WHAT THE TASK REQUIRES - Transcribe the following records in full, exactly as shown.

Stored data
/---
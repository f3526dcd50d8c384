package dev.driftlab.app.browser;

import java.io.IOException;
import java.io.InputStream;
import java.io.UncheckedIOException;
import java.nio.charset.StandardCharsets;
import java.util.List;
import org.openqa.selenium.JavascriptExecutor;
import org.openqa.selenium.WebDriver;

/**
 * Runs the axe-core accessibility engine (Deque Systems, https://github.com/dequelabs/axe-core, the
 * copy bundled in its Selenium artifact) on the page open in a browser, with the WCAG 2.0 and 2.1
 * A and AA rules.
 */
public final class Axe {

    private static String script;

    private Axe() {}

    /**
     * The violations on the current page, one line each: rule, impact and the first offending
     * element; empty when axe finds none.
     */
    @SuppressWarnings("unchecked")
    public static List<String> violations(WebDriver browser) {
        JavascriptExecutor js = (JavascriptExecutor) browser;
        js.executeScript(script());
        Object out = js.executeAsyncScript("const done = arguments[arguments.length - 1];"
                + "axe.run(document, {runOnly: {type: 'tag', values: ['wcag2a', 'wcag2aa', 'wcag21a', 'wcag21aa']}})"
                + ".then(r => done(r.violations.map(v => v.id + ' (' + v.impact + '): ' + v.help + ' at '"
                + " + (v.nodes.length ? v.nodes[0].target.join(' ') : '?'))))"
                + ".catch(e => done(['axe did not run: ' + e]));");
        return (List<String>) out;
    }

    /** The violations axe rates serious or critical, the ones no page may have. */
    public static List<String> serious(WebDriver browser) {
        return violations(browser).stream()
                .filter(v -> v.contains("(serious)") || v.contains("(critical)") || v.startsWith("axe did not run"))
                .toList();
    }

    private static synchronized String script() {
        if (script == null) {
            try (InputStream in = Axe.class.getResourceAsStream("/axe.min.js")) {
                if (in == null) {
                    throw new IllegalStateException("axe.min.js is not on the test class path");
                }
                script = new String(in.readAllBytes(), StandardCharsets.UTF_8);
            } catch (IOException e) {
                throw new UncheckedIOException(e);
            }
        }
        return script;
    }
}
\---
EXERCISE RESPONSE -
repository f3526dcd50d8c384
package dev.driftlab.app.browser;

import java.io.IOException;
import java.io.InputStream;
import java.io.UncheckedIOException;
import java.nio.charset.StandardCharsets;
import java.util.List;
import org.openqa.selenium.JavascriptExecutor;
import org.openqa.selenium.WebDriver;

/**
 * Runs the axe-core accessibility engine (Deque Systems, https://github.com/dequelabs/axe-core, the
 * copy bundled in its Selenium artifact) on the page open in a browser, with the WCAG 2.0 and 2.1
 * A and AA rules.
 */
public final class Axe {

    private static String script;

    private Axe() {}

    /**
     * The violations on the current page, one line each: rule, impact and the first offending
     * element; empty when axe finds none.
     */
    @SuppressWarnings("unchecked")
    public static List<String> violations(WebDriver browser) {
        JavascriptExecutor js = (JavascriptExecutor) browser;
        js.executeScript(script());
        Object out = js.executeAsyncScript("const done = arguments[arguments.length - 1];"
                + "axe.run(document, {runOnly: {type: 'tag', values: ['wcag2a', 'wcag2aa', 'wcag21a', 'wcag21aa']}})"
                + ".then(r => done(r.violations.map(v => v.id + ' (' + v.impact + '): ' + v.help + ' at '"
                + " + (v.nodes.length ? v.nodes[0].target.join(' ') : '?'))))"
                + ".catch(e => done(['axe did not run: ' + e]));");
        return (List<String>) out;
    }

    /** The violations axe rates serious or critical, the ones no page may have. */
    public static List<String> serious(WebDriver browser) {
        return violations(browser).stream()
                .filter(v -> v.contains("(serious)") || v.contains("(critical)") || v.startsWith("axe did not run"))
                .toList();
    }

    private static synchronized String script() {
        if (script == null) {
            try (InputStream in = Axe.class.getResourceAsStream("/axe.min.js")) {
                if (in == null) {
                    throw new IllegalStateException("axe.min.js is not on the test class path");
                }
                script = new String(in.readAllBytes(), StandardCharsets.UTF_8);
            } catch (IOException e) {
                throw new UncheckedIOException(e);
            }
        }
        return script;
    }
}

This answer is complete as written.